-- WORK INSTRUCTIONS --
For this exercise, reproduce the entries below exactly, but only from the line containing "back from the artists." through the line containing "file name safe", both included.

-- DATA FOR THE TASK --
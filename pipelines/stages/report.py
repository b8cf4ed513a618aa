"""Pictures and a static HTML page of one cycle: what a planner looks at after the run.

Pure functions: frames of one cycle in (one product class where said), PNG
bytes or an HTML string out. Nothing here reads the store or knows of Dagster.

- `parent_chart`: per product class, the class total on top and small
  multiples of the largest parents (product x site) by history volume: their
  history (lifecycle history summed to product x site) and their forecast over
  the horizon, the cycle date marked and the horizon shaded. The parents not
  drawn are named in a caption, so none is silently left out.
- `share_chart`: per product class, one panel per largest parent: each
  customer's share of its parent as a stacked area (stepped: one full-width
  bar per period, so a period covers its bucket and a lone period of an
  intermittent series stays visible), over history (the
  customer's quantity / the parent's quantity in each period) and over the
  horizon (the period shares of `reinitialized_target`). Customers beyond the
  `top_children` largest (by mean share over the drawn periods) are summed as
  "other". A history period without parent volume, or with a recorded supply
  shortage, has no share and is left blank, as the share rule leaves it out.
- `cycle_report_html`: a self-contained page (inline CSS, no script, images by
  relative file name in the same folder) with the checks (failed first: ERROR,
  then WARN), the classes, the biggest share movers, the rejected rows and the
  charts. Every text from the data is escaped with `html.escape`.

Rendering is deterministic: matplotlib's Agg canvas on a `Figure` (no pyplot,
no GUI, no global state), fixed size and dpi, matplotlib's bundled font, and no
software tag in the PNG, so the same frames give the same bytes. Each chart has
a `*_figure` function returning the figure, so tests read the plotted data
back from the artists.
"""

from __future__ import annotations

import html
import io
import math
import re
import textwrap
import urllib.parse
from collections.abc import Mapping, Sequence

import numpy as np
import pandas as pd
from matplotlib import dates as mdates
from matplotlib.backends.backend_agg import FigureCanvasAgg
from matplotlib.collections import PolyCollection
from matplotlib.figure import Figure
from matplotlib.ticker import FuncFormatter, PercentFormatter

from pipelines.calendar import ordinal_to_start, period_ordinal, shift_periods
from pipelines.keys import LEAF, PARENT

DPI = 100
WIDTH_IN = 11.0
HISTORY_COLOR = "#1f4e79"
FORECAST_COLOR = "#d9731a"
HORIZON_SHADE = "#eeeeee"
CYCLE_COLOR = "#333333"
OTHER_COLOR = "#bdbdbd"
# the tab10 palette without its grey, which is kept for "other"
CHILD_COLORS = ("#1f77b4", "#ff7f0e", "#2ca02c", "#d62728", "#9467bd", "#8c564b", "#e377c2", "#bcbd22", "#17becf")
CAPTION_WIDTH = 155  # characters per caption line at 8 pt over the figure's width
CAPTION_LINES = 9
OTHER = "other"

# A check is (asset, check, passed, severity, description[, first_rows[, what_to_do]]); severity "ERROR" or
# "WARN"; first_rows a markdown table of its first failing rows, what_to_do the advice for a failure.
Check = tuple
MOVER_COLUMNS = ["product_class", "product", "site", "customer", "share_previous", "share_current", "change_pp"]


# ----------------------------------------------------------------- shared chart pieces
def figure_png(fig: Figure) -> bytes:
    """The figure as PNG bytes (Agg canvas, no software tag, so bytes depend only on the figure)."""
    FigureCanvasAgg(fig)
    buffer = io.BytesIO()
    fig.savefig(buffer, format="png", dpi=DPI, metadata={"Software": None})
    return buffer.getvalue()


def chart_file_name(kind: str, product_class: str, cycle_date) -> str:
    """A file name safe on any file system, e.g. `parents_consumables_2026-11-30.png`."""
    safe = re.sub(r"[^A-Za-z0-9_-]+", "-", str(product_class)).strip("-") or "class"
    return f"{kind}_{safe}_{pd.Timestamp(cycle_date):%Y-%m-%d}.png"


def _rank_parents(history: pd.DataFrame, forecast: pd.DataFrame, parents: pd.DataFrame) -> pd.DataFrame:
    """Parents by history volume, then forecast volume, then key (a stable, deterministic order)."""
    hist = history.groupby(PARENT, observed=True)["quantity"].sum().rename("history_volume")
    fc = forecast.groupby(PARENT, observed=True)["forecast"].sum().rename("forecast_volume") if len(forecast) else None
    ranked = parents.join(hist, on=PARENT)
    ranked = ranked.join(fc, on=PARENT) if fc is not None else ranked.assign(forecast_volume=0.0)
    ranked[["history_volume", "forecast_volume"]] = ranked[["history_volume", "forecast_volume"]].fillna(0.0)
    ranked = ranked.sort_values(["history_volume", "forecast_volume", "product", "site"], ascending=[False, False, True, True])
    return ranked.reset_index(drop=True)


def _in_class(frame: pd.DataFrame, product_class: str) -> pd.DataFrame:
    if "product_class" in frame.columns:
        return frame[frame["product_class"] == product_class]
    return frame


def _history_of(history: pd.DataFrame, parents: pd.DataFrame, cycle: pd.Timestamp, period: str, history_periods: int | None) -> pd.DataFrame:
    """History rows of these parents before the cycle date, the last `history_periods` periods only when given."""
    hist = history.merge(parents[PARENT].drop_duplicates(), on=PARENT, how="inner")
    keep = hist["period_start"] < cycle
    if history_periods:
        keep &= hist["period_start"] >= shift_periods(cycle, -int(history_periods), period)
    return hist[keep]


def _next_starts(starts: pd.DatetimeIndex, period: str) -> pd.DatetimeIndex:
    """The start of the period after each period start."""
    return ordinal_to_start(period_ordinal(starts, period) + 1, period)


def _bars(left: np.ndarray, width: np.ndarray, bottom: np.ndarray, height: np.ndarray, **style) -> PolyCollection:
    """Rectangles [left, left + width] x [bottom, bottom + height] as one artist (thousands of bars draw in one call)."""
    right, top = left + width, bottom + height
    corners = np.stack([np.stack([left, bottom], 1), np.stack([right, bottom], 1), np.stack([right, top], 1), np.stack([left, top], 1)], 1)
    return PolyCollection(corners, linewidths=0, antialiaseds=False, zorder=2, **style)


def _parent_label(product, site) -> str:
    return f"{product} x {site}"


def _caption(text: str, names: Sequence[str] = (), lead: str = "") -> list[str]:
    """Caption lines: `text`, then `lead` and the names, cut at a name with "... and N more" past CAPTION_LINES."""
    lines = textwrap.wrap(text, CAPTION_WIDTH)
    if not names:
        return lines
    budget = (CAPTION_LINES - len(lines)) * CAPTION_WIDTH - len(lead)
    kept: list[str] = []
    used = 0
    for i, name in enumerate(names):
        rest = len(names) - i - 1
        tail = f" ... and {rest} more" if rest else ""
        if kept and used + 2 + len(name) + len(tail) > budget:
            break
        used += len(name) + (2 if kept else 0)
        kept.append(name)
    more = len(names) - len(kept)
    listed = lead + ", ".join(kept) + (f" ... and {more} more." if more else ".")
    return lines + textwrap.wrap(listed, CAPTION_WIDTH)


def _mark_horizon(ax, cycle: pd.Timestamp, end: pd.Timestamp | None, label: bool) -> None:
    """Shade the horizon, draw the cycle date; with `label`, name it in the legend and write history / horizon on the axes."""
    if end is not None and end > cycle:
        ax.axvspan(cycle, end, color=HORIZON_SHADE, zorder=0, lw=0)
    ax.axvline(cycle, color=CYCLE_COLOR, ls="--", lw=1.0, zorder=3, label=f"cycle date {cycle:%Y-%m-%d}" if label else None)
    if label:
        where = ax.get_xaxis_transform()  # x in dates, y in axes fraction
        ax.text(cycle, 1.01, "history  ", ha="right", va="bottom", fontsize=8, transform=where)
        ax.text(cycle, 1.01, "  horizon", ha="left", va="bottom", fontsize=8, transform=where)


def _date_axis(ax) -> None:
    locator = mdates.AutoDateLocator(minticks=4, maxticks=9)
    ax.xaxis.set_major_locator(locator)
    ax.xaxis.set_major_formatter(mdates.ConciseDateFormatter(locator))


def _quantity_axis(ax, unit: str) -> None:
    ax.yaxis.set_major_formatter(FuncFormatter(lambda v, _: f"{v:,.0f}"))
    ax.set_ylim(bottom=0)
    ax.set_ylabel(unit)
    ax.grid(axis="y", color="#dddddd", lw=0.6)


def _empty_figure(title: str, message: str) -> Figure:
    fig = Figure(figsize=(WIDTH_IN, 2.0), dpi=DPI)
    fig.suptitle(title, fontsize=12)
    fig.text(0.5, 0.45, message, ha="center", va="center", fontsize=10)
    return fig


def _caption_axes(fig: Figure, spec, lines: list[str]) -> None:
    ax = fig.add_subplot(spec)
    ax.axis("off")
    ax.text(0.0, 1.0, "\n".join(lines), ha="left", va="top", fontsize=8, transform=ax.transAxes, color="#333333")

-- RESULT OF THE TASK --
back from the artists.
"""

from __future__ import annotations

import html
import io
import math
import re
import textwrap
import urllib.parse
from collections.abc import Mapping, Sequence

import numpy as np
import pandas as pd
from matplotlib import dates as mdates
from matplotlib.backends.backend_agg import FigureCanvasAgg
from matplotlib.collections import PolyCollection
from matplotlib.figure import Figure
from matplotlib.ticker import FuncFormatter, PercentFormatter

from pipelines.calendar import ordinal_to_start, period_ordinal, shift_periods
from pipelines.keys import LEAF, PARENT

DPI = 100
WIDTH_IN = 11.0
HISTORY_COLOR = "#1f4e79"
FORECAST_COLOR = "#d9731a"
HORIZON_SHADE = "#eeeeee"
CYCLE_COLOR = "#333333"
OTHER_COLOR = "#bdbdbd"
# the tab10 palette without its grey, which is kept for "other"
CHILD_COLORS = ("#1f77b4", "#ff7f0e", "#2ca02c", "#d62728", "#9467bd", "#8c564b", "#e377c2", "#bcbd22", "#17becf")
CAPTION_WIDTH = 155  # characters per caption line at 8 pt over the figure's width
CAPTION_LINES = 9
OTHER = "other"

# A check is (asset, check, passed, severity, description[, first_rows[, what_to_do]]); severity "ERROR" or
# "WARN"; first_rows a markdown table of its first failing rows, what_to_do the advice for a failure.
Check = tuple
MOVER_COLUMNS = ["product_class", "product", "site", "customer", "share_previous", "share_current", "change_pp"]


# ----------------------------------------------------------------- shared chart pieces
def figure_png(fig: Figure) -> bytes:
    """The figure as PNG bytes (Agg canvas, no software tag, so bytes depend only on the figure)."""
    FigureCanvasAgg(fig)
    buffer = io.BytesIO()
    fig.savefig(buffer, format="png", dpi=DPI, metadata={"Software": None})
    return buffer.getvalue()


def chart_file_name(kind: str, product_class: str, cycle_date) -> str:
    """A file name safe on any file system, e.g. `parents_consumables_2026-11-30.png`."""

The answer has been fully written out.